Б. Дробиз СОЛДАТСКАЯ ВЕРНОСТЬ ПРИСЯГЕ Очерк

Рис. В. Захарова-Холмского.

Я хочу рассказать о нескольких мгновениях короткой жизни, о мужестве и подвиге нашего земляка, юноши из города Губахи. Когда фашистская Германия вероломно напала на Советский Союз, Николай Алексеев добровольно стал бойцом Красной Армии.

Получая оружие, он принял воинскую присягу:

«…Я клянусь… до последнего дыхания быть преданным своему народу, своей Советской Родине и рабоче-крестьянскому правительству».

И свято выполнил свою клятву. Он сражался за Родину так, как присягал: не щадя своей крови и самой жизни для достижения полной победы над врагами.

Он поклялся:

«Строго хранить военную и государственную тайну».

И хранил ее нерушимо, показав высокий пример солдатской верности. Подобно Герою Советского Союза комсомольцу Юрию Смирнову, Николай Алексеев принял мученическую смерть, сохранив честь и достоинство советского воина-патриота.

…С вечера разведчики замаскировались в высокой пожелтевшей траве. До переднего края обороны немцев рукой подать, всего один-два броска, но гитлеровцы были настороже, беспрерывно строчили из пулеметов куда попало, подвешивали осветительные ракеты.

— Страх отгоняют, — авторитетно заключил старый разведчик Наумов.

Прислушиваясь к близкой стрельбе, Николай думал, какими тягостными, бесконечными кажутся минуты ожидания.

Ущербная луна висела низко над лесом. «Вот и небо, и звезды такие же, как у нас, на Урале, — вдруг подумалось Николаю, — но все тут — и воздух, и земля, и трава, и люди — пропитано пороховым дымом, гарью. Война!». Отыскав ковш Большой Медведицы, улыбнулся: «Повисла, будто над Губахой».

Вспомнился разговор с начальником разведки:

— Труслив стал фашист, как заяц, и хитер, как лиса. Голыми руками не возьмешь.

— Лису, товарищ капитан, не ночью, днем берут, — робко заметил Николай. — Может быть, и нам попробовать днем?

Разведчики встретили его слова громким смехом.

— Что ты смыслишь в разведке?!

— Еще пороху не нюхал.

— Слишком рискованно, — сказал капитан.

— А вы мне поручите! — неожиданно выпалил Николай и смутился.

— Доложу начальству, как оно посмотрит.

Под вечер Алексеева вызвали в штаб полка.

— Дневной поиск одобрен, — сказали ему. — Вы хотели возглавить группу захвата? Четырех человек достаточно? Подберите добровольцев…

И вот они лежат, готовые к выполнению боевой задачи.

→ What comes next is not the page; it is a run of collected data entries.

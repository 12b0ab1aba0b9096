import { readFileSync } from "node:fs";
import path from "node:path";
import { describe, expect, it } from "vitest";
import { BEST_DISTANCE_KEYS, BEST_TIME_KEYS } from "@/lib/analysis/analysis";
import { summarise } from "@/lib/analysis/summarise";
import { decodeTrackPayload, encodeTrackPayload } from "@/lib/analysis/track-payload";
import { gzipBytes } from "@/lib/track/gzip-bytes";
import { encodeSeries } from "@/lib/track/series-blob";
import { analyseFile } from "@/scripts/support/analyse-file";

/**
 * Modelled sessions with known truth (see fixtures/SOURCES.md): 1 Hz with low noise, and uneven recording with mid
 * noise. Expected values are the model's own, without the receiver's noise.
 */
type Truth = {
  readonly sport: string;
  readonly flights: readonly {
    startTime: string;
    endTime: string;
    distanceM: number;
    endedBy: string;
    short: boolean;
  }[];
  readonly totals: { readonly waterDistanceM: number; readonly onFoilDistanceM: number };
  readonly bests: { readonly s2: number; readonly s10: number };
  readonly glideRatio: number;
};

const folder = path.resolve(import.meta.dirname, "../../fixtures/sessions");

async function session(name: string) {
  const truth = JSON.parse(readFileSync(path.join(folder, `${name}.truth.json`), "utf8")) as Truth;
  const [outcome] = await analyseFile(path.join(folder, `${name}.gpx.gz`), { sport: truth.sport });
  if (outcome?.kind !== "analysed") throw new Error(`${name} was refused`);
  return { truth, analysis: outcome.analysis };
}

const speedOf = (best: object): number => ("speedMps" in best ? Number(best.speedMps) : NaN);

describe.each(["coast-downs", "downwind", "wing"])("the modelled session %s", (name) => {
  it("has every flight of the truth and no other, its ends within three seconds", async () => {
    const { truth, analysis } = await session(name);
    const flights = truth.flights.filter((flight) => !flight.short);
    expect(analysis.segments).toHaveLength(flights.length);
    flights.forEach((flight, k) => {
      const segment = analysis.segments[k];
      // 3 s: uneven fixes 2.5 s apart and short dropouts leave an edge unseen for so long.
      expect(Math.abs((segment?.startMs ?? 0) - Date.parse(flight.startTime))).toBeLessThan(3000);
      // A landing is the rider's choice with the board still gliding: its end is not sharp.
      if (flight.endedBy !== "landing") {
        expect(Math.abs((segment?.endMs ?? 0) - Date.parse(flight.endTime))).toBeLessThan(3000);
      }
    });
  });

  it("has the way and the bests of the truth within what the noise allows", async () => {
    const { truth, analysis } = await session(name);
    const { figures } = analysis;
    const off = (value: number, expected: number): number => Math.abs(value / expected - 1);
    // One percent on foil and three on the water (paddling and walking overlap); three for short bests: at uneven
    // recording and mid noise one standard error of a raw 10 s mean is 2.2 %.
    expect(off(figures.onFoilDistanceM, truth.totals.onFoilDistanceM)).toBeLessThan(0.01);
    expect(off(figures.waterDistanceM, truth.totals.waterDistanceM)).toBeLessThan(0.03);
    expect(off(speedOf(figures.bests.s2), truth.bests.s2)).toBeLessThan(0.05);
    expect(off(speedOf(figures.bests.s10), truth.bests.s10)).toBeLessThan(0.03);
  });
});

describe("coast-downs without push", () => {
  it("give the lift-to-drag ratio of the model, inside the stated interval or within 5 %", async () => {
    const { truth, analysis } = await session("coast-downs");
    // 5 %: eighteen glides, each good to 15-25 %.
    expect(Math.abs((analysis.figures.glide?.ratio ?? 0) / truth.glideRatio - 1)).toBeLessThan(0.05);
  });
});

describe("lengths of sample recordings", () => {
  // Lengths: GeographicLib's GeodSolve 2.1.2, PROJ geod 9.1.1 and Vincenty agree to the millimetre; see
  // fixtures/checks/gpx_samples.csv (column length_m_geodsolve) for the files and the way.
  it.each([
    ["run.gpx", 206, 3100.563],
    ["31_08_2019.gpx", 562, 17033.884],
    ["Geotag.gpx", 9, 260.634],
  ])("%s: %i fixes and the geodesic length within 0.1 m per km", async (name, fixes, lengthM) => {
    const [outcome] = await analyseFile(path.resolve(folder, "../gpx", name), {});
    if (outcome?.kind !== "analysed") throw new Error(`${name} was refused`);
    expect(outcome.analysis.rawFixes).toBe(fixes);
    expect(Math.abs(outcome.analysis.rawLengthM - lengthM)).toBeLessThan(1e-4 * lengthM);
    expect(outcome.analysis.segments).toEqual([]);
  });
});

describe("figures in the page and in the stored row", () => {
  it.each(["coast-downs", "downwind", "wing"])(
    "agree for the whole of %s after packing and unpacking",
    async (name) => {
      const { analysis } = await session(name);
      const page = decodeTrackPayload(
        encodeTrackPayload({ ...analysis, series: gzipBytes(encodeSeries(analysis.series)) }),
      );
      const again = summarise(page, page.window);
      const stored = analysis.figures;
      expect(again.takeoffs).toBe(stored.takeoffs);
      expect(again.bumps?.rides).toBe(stored.bumps?.rides);
      expect(again.glide?.lulls).toBe(stored.glide?.lulls);
      // The way is packed to a millimetre a sample, speeds to a millimetre a second.
      expect(again.waterDistanceM).toBeCloseTo(stored.waterDistanceM, 2);
      expect(again.onFoilDistanceM).toBeCloseTo(stored.onFoilDistanceM, 1);
      for (const key of [...BEST_TIME_KEYS, ...BEST_DISTANCE_KEYS]) {
        const kept = speedOf(stored.bests[key]);
        if (Number.isNaN(kept)) expect(again.bests[key]).toEqual(stored.bests[key]);
        else expect(speedOf(again.bests[key])).toBeCloseTo(kept, 2);
      }
      expect(again.glide?.ratio).toBeCloseTo(stored.glide?.ratio ?? NaN, 1);
    },
  );
});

Взошло солнце. Становилось жарко. Разведчики выждали, покуда у немцев закончился завтрак, бесшумно по-пластунски поползли к оврагу, за которым проходила вражеская оборона. Узкой тропой, разминированной накануне саперами, преодолели нейтральную полосу, сделали проход в проволочном заграждении.

Николай увидел окоп. Два фашиста, разморенные солнцем, спали возле пулемета. За окопом виднелся блиндаж.

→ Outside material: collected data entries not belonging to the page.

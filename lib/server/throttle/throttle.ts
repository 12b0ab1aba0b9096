import { createHash } from "node:crypto";
import { eq, lt } from "drizzle-orm";
import type { Database, Transaction } from "@/db/client";
import { throttle } from "@/db/schema/throttle";
import { AppError } from "@/lib/errors/app-error";

/**
 * How often something may happen. After `free` times within the window each further one has to wait: twice as
 * long every time from one second up to `waitMaxMs`, or, without `waitMaxMs`, until the window is over.
 */
export type ThrottleRule = {
  readonly name: string;
  readonly free: number;
  readonly windowMs: number;
  readonly waitMaxMs: number | null;
};

const SECOND_MS = 1000;
const MINUTE_MS = 60 * SECOND_MS;
const HOUR_MS = 60 * MINUTE_MS;

/**
 * Wrong passwords on one account. With waits of at most 64 s somebody guessing gets about 70 tries an hour, under
 * the ceiling of 100 (OWASP ASVS 4.0.3, 2.2.1), and the owner never waits longer than 64 s: nobody can be locked
 * out by somebody else's guessing.
 */
export const SIGN_IN_PER_ACCOUNT: ThrottleRule = {
  name: "sign_in_account",
  free: 5,
  windowMs: HOUR_MS,
  waitMaxMs: 64 * SECOND_MS,
};
/** Wrong passwords from one address, whatever the account. */
export const SIGN_IN_PER_ADDRESS: ThrottleRule = {
  name: "sign_in_address",
  free: 20,
  windowMs: 15 * MINUTE_MS,
  waitMaxMs: null,
};
/**
 * Wrong passwords of somebody who is signed in already. Counted apart from signing in, so that a stranger who guesses
 * there cannot keep the owner from changing the password. Both together stay under the ceiling of 100 an hour.
 */
export const REAUTHENTICATION: ThrottleRule = {
  name: "reauthentication",
  free: 5,
  windowMs: HOUR_MS,
  waitMaxMs: 5 * MINUTE_MS,
};
/** Messages to one mailbox that a stranger can set off: confirmations, sign-ups. */
export const MAIL_PER_RECIPIENT: ThrottleRule = {
  name: "mail_recipient",
  free: 5,
  windowMs: HOUR_MS,
  waitMaxMs: null,
};
/**
 * Links to set a new password, to one mailbox. Counted apart from other messages: a stranger who signs up again and
 * again with somebody's address must not block the way back in. Whoever is refused here got a link within the hour
 * that it lives, so the newest one still works.
 */
export const RESET_PER_RECIPIENT: ThrottleRule = {
  name: "reset_recipient",
  free: 5,
  windowMs: HOUR_MS,
  waitMaxMs: null,
};
/** Messages one address can set off. */
export const MAIL_PER_ADDRESS: ThrottleRule = {
  name: "mail_address",
  free: 20,
  windowMs: HOUR_MS,
  waitMaxMs: null,
};

/** The table's key: what is counted in clear, for whom only as a hash. */
export function throttleKey(rule: ThrottleRule, subject: string): string {
  return `${rule.name}:${createHash("sha256").update(`${rule.name}\n${subject}`).digest("hex").slice(0, 32)}`;
}

/** "8 seconds", "1 minute", "12 minutes": rounded up, so that waiting that long is enough. */
export function waitWords(waitMs: number): string {
  const seconds = Math.max(1, Math.ceil(waitMs / SECOND_MS));
  if (seconds < 100) return seconds === 1 ? "1 second" : `${seconds} seconds`;
  const minutes = Math.ceil(seconds / 60);
  return minutes === 1 ? "1 minute" : `${minutes} minutes`;
}

type Counter = { count: number; windowStartMs: number; blockedUntilMs: number };

/** The counter after one more time at `nowMs`; pure, so that the whole schedule can be tested with a made clock. */
export function countOnce(rule: ThrottleRule, before: Counter | null, nowMs: number): Counter {
  // A window that starts in the future was written under a clock that has been set back since.
  const isCurrent =
    before !== null && before.windowStartMs <= nowMs && nowMs < before.windowStartMs + rule.windowMs;
  const count = isCurrent ? before.count + 1 : 1;
  const windowStartMs = isCurrent ? before.windowStartMs : nowMs;
  if (count < rule.free) return { count, windowStartMs, blockedUntilMs: 0 };
  const waitMs =
    rule.waitMaxMs === null
      ? windowStartMs + rule.windowMs - nowMs
      : Math.min(SECOND_MS * 2 ** (count - rule.free), rule.waitMaxMs);
  return { count, windowStartMs, blockedUntilMs: nowMs + waitMs };
}

/**
 * Counts one more time in the given transaction, before the work it stands for, so that tries at the same moment
 * cannot slip past together. A time that has to wait is refused and does not count, so that hammering does not
 * make the wait longer. Gives back the milliseconds to wait, 0 when it may go on.
 */
export async function takeTurn(
  tx: Transaction,
  rule: ThrottleRule,
  subject: string | null,
  nowMs: number,
): Promise<number> {
  if (subject === null) return 0;
  const key = throttleKey(rule, subject);
  const before = (await tx.select().from(throttle).where(eq(throttle.key, key)).limit(1))[0] ?? null;
  const longestMs = rule.waitMaxMs ?? rule.windowMs;
  const waitMs = before === null ? 0 : before.blockedUntilMs - nowMs;
  // A wait longer than the rule knows comes from a clock that has been set back: it is not enforced.
  if (waitMs > 0 && waitMs <= longestMs) return waitMs;
  const after = countOnce(rule, before, nowMs);
  await tx
    .insert(throttle)
    .values({ key, ...after })
    .onConflictDoUpdate({ target: throttle.key, set: after });
  return 0;
}

/** Forgets what was counted: it was the right person after all. */
export async function forgetTurns(tx: Transaction, rule: ThrottleRule, subject: string): Promise<void> {
  await tx.delete(throttle).where(eq(throttle.key, throttleKey(rule, subject)));
}

/** Takes one counted time back, leaving the others. */
export async function giveTurnBack(
  tx: Transaction,
  rule: ThrottleRule,
  subject: string | null,
): Promise<void> {
  if (subject === null) return;
  const key = throttleKey(rule, subject);
  const row = (await tx.select().from(throttle).where(eq(throttle.key, key)).limit(1))[0];
  if (row === undefined) return;
  const count = Math.max(0, row.count - 1);
  await tx
    .update(throttle)
    .set({ count, blockedUntilMs: count < rule.free ? 0 : row.blockedUntilMs })
    .where(eq(throttle.key, key));
}

/** The refusal for a time that came too soon. */
export function tooSoon(what: string, waitMs: number): AppError {
  return new AppError("limit_exceeded", `${what} Wait ${waitWords(waitMs)}, then try again.`);
}

/** Removes counters whose window is long over. Gives back how many. */
export async function sweepThrottle(db: Database, nowMs: number): Promise<number> {
  const rows = await db.write((tx) =>
    tx
      .delete(throttle)
      .where(lt(throttle.windowStartMs, nowMs - 24 * HOUR_MS))
      .returning({ key: throttle.key }),
  );
  return rows.length;
}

— Этих — без выстрела! — прошептал он. — А я в блиндаж.

Он вскочил в раскрытую дверь, крикнул что было сил:

— Хенде хох!

Гитлеровец вскочил спросонья, точно от удара электрическим током, вытянул руку в фашистском приветствии.

— Хайль Гитлер!

Увидев русского солдата и наведенный автомат, он пролепетал:

— О, майн готт! Гитлер капут!

Фашисты открыли стрельбу, когда разведчики уже укрылись за оврагом.

«Язык» — штабной офицер — оказался очень ценным: он сообщил важные сведения.

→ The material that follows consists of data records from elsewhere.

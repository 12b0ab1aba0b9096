import { niceTicks } from "@/lib/display/ticks";

export type RangeRow = {
  readonly key: string;
  readonly name: string;
  readonly evidence: string;
  /** Null when no value is there. */
  readonly spread: {
    readonly min: number;
    readonly low: number;
    readonly median: number;
    readonly high: number;
    readonly max: number;
  } | null;
};

const PAD_SHARE = 0.06;
/** Name above its dots on a phone, beside them where there is room. */
const COLUMNS = "grid gap-x-3 sm:grid-cols-[minmax(0,2fr)_minmax(0,3fr)]";

/**
 * Dots with ranges on one axis: thin line from least to most, thick line over the middle half, dot at the
 * median. Positions are percentages, so it fits any width without a script; the table beside it says the same.
 */
export function RangeDots(props: {
  rows: readonly RangeRow[];
  format: (value: number) => string;
  unit: string;
}) {
  const { rows, format, unit } = props;
  const spreads = rows.flatMap((row) => (row.spread === null ? [] : [row.spread]));
  if (spreads.length === 0)
    return <p className="text-muted py-4">No value yet for what the filter leaves.</p>;
  const least = Math.min(...spreads.map((spread) => spread.min));
  const most = Math.max(...spreads.map((spread) => spread.max));
  const span = most > least ? most - least : Math.max(Math.abs(most) * 0.1, 1e-6);
  const from = least - span * PAD_SHARE;
  const width = span * (1 + 2 * PAD_SHARE);
  const at = (value: number) => `${(((value - from) / width) * 100).toFixed(2)}%`;
  const ticks = niceTicks(least, least + span, 4);
  return (
    <div className="rule-ink" aria-hidden="true">
      {rows.map((row) => (
        <div key={row.key} className={`rule-hair items-center py-1 ${COLUMNS}`}>
          <div className="flex min-w-0 flex-wrap items-baseline justify-between gap-x-3 sm:block">
            <p className="font-medium">{row.name}</p>
            <p className="text-muted text-sm">{row.evidence}</p>
          </div>
          <svg className="h-10 w-full overflow-visible" role="presentation">
            {ticks.map((tick) => (
              <line key={tick} x1={at(tick)} x2={at(tick)} y1="0" y2="40" stroke="var(--hairline)" />
            ))}
            {row.spread !== null && (
              <>
                <line x1={at(row.spread.min)} x2={at(row.spread.max)} y1="20" y2="20" stroke="var(--ink)" />
                <line
                  x1={at(row.spread.low)}
                  x2={at(row.spread.high)}
                  y1="20"
                  y2="20"
                  stroke="var(--ink)"
                  strokeWidth="5"
                />
                <circle
                  cx={at(row.spread.median)}
                  cy="20"
                  r="6"
                  fill="var(--buoy)"
                  stroke="var(--paper)"
                  strokeWidth="1.5"
                />
              </>
            )}
          </svg>
        </div>
      ))}
      <div className={COLUMNS}>
        <p className="text-muted order-2 text-sm sm:order-none">{unit}</p>
        <svg className="h-6 w-full overflow-visible" role="presentation">
          {ticks.map((tick) => (
            <text
              key={tick}
              x={at(tick)}
              y="16"
              textAnchor="middle"
              className="num"
              fontSize="12"
              fill="var(--muted)"
            >
              {format(tick)}
            </text>
          ))}
        </svg>
      </div>
    </div>
  );
}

— А ты, Алексеев, того, соображаешь! — похлопывая Николая по плечу, говорили разведчики.


Под Духовщиной Николай был ранен, но с поля боя не ушел.

Двадцатого сентября сорок третьего года Совинформбюро передало: «Войска Калининского фронта в результате четырехдневных ожесточенных боев прорвали сильно укрепленную полосу врага, разгромили его долговременные опорные пункты и штурмом овладели важнейшим опорным пунктом обороны немцев на путях к Смоленску — Духовщина». В тот день Николай писал матери:

«Мы теперь «Духовщинские»! Верховный Главнокомандующий объявил нам благодарность. А я представлен к награде медалью «За боевые заслуги». Был ранен в левую руку, но ты, мама, не волнуйся: рана не страшная, скоро заживет, и я снова пойду в бой».

Через пять дней — двадцать пятого сентября — наши войска освободили Смоленск. В уличных схватках Николай был вторично ранен, но остался в строю, отказался уйти в санбат.

Два года ждала многострадальная Белоруссия своих сынов-освободителей. И они пришли.

Успешно наступая на Могилевском направлении, часть приближалась к важному узлу железнодорожных и грунтовых дорог — городу Кричеву. Было ясно, что противник постарается закрепиться на этом участке. Чтобы установить намерения гитлеровцев, требовался «язык».

— Кто возглавит поиск? — Командир полка гвардии подполковник Фирсов выжидающе посмотрел на начальника штаба майора Федоровского.

— Кто? — переадресовал Федоровский вопрос начальнику разведки капитану Веревкину.

— По-моему, самая подходящая кандидатура — сержант Алексеев.

Начальник штаба поддержал:

— Отделение боевое, ребята, как на подбор, один к одному.

С наступлением темноты разведчики вышли на передний край. Пронизывающий ветер хлестал в лицо холодными дождевыми струями.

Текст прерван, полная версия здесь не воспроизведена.